Soundtrack album by various artists
- Length: 55:33
- Label: Milan

= Ghost (soundtrack) =

1990 soundtrack album by Maurice Jarre

Ghost is the official soundtrack, on the Milan Records label, of the 1990 Academy Award- and Golden Globe-winning film Ghost starring Patrick Swayze, Demi Moore and Whoopi Goldberg (who won the Academy Award for Best Supporting Actress for her role as "Oda Mae Brown" in this film) and Tony Goldwyn. The score composed by Maurice Jarre contains traditional orchestra and electronic instruments.

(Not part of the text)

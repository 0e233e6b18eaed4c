/** Callback libraries may hand over anything; a promise is rejected with an error. */
export const asError = (error: unknown): Error =>
  error instanceof Error ? error : new Error(String(error));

The album was nominated for the Academy Award for Best Original Score.

== Track listing ==
1. The Righteous Brothers - "Unchained Melody" - 3:37
2. "Ghost" - 7:24
3. "Sam" - 5:33
4. "Ditto" - 3:19
5. "Carl" - 4:06
6. "Molly" - 6:17
7. "Unchained Melody" (Orchestral Version) - 3:59
8. "End Credits" - 4:17
9. "Fire Escape" (bonus) - 3:12
10. "Oda Mae & Carl" (bonus) - 3:58
11. "Maurice Jarre Interview" (bonus) - 9:51

==Reception==

AllMusic and Filmtracks rated the soundtrack album three out of five stars.

Professional ratings
Review scores
| Source | Rating |
| Allmusic | Star |
| Filmtracks | Star |

==Certifications and sales==

| Region | Certification | Certified units/sales |
| Australia (ARIA) | Gold | 35,000^{^} |
| Brazil | — | 150,000 |
| Japan (RIAJ) | Gold | 100,000^{^} |
| Spain (Promusicae) | 3× Platinum | 300,000^{^} |
| United States (RIAA) | Platinum | 1,000,000^{^} |
^{^} Shipments figures based on certification alone.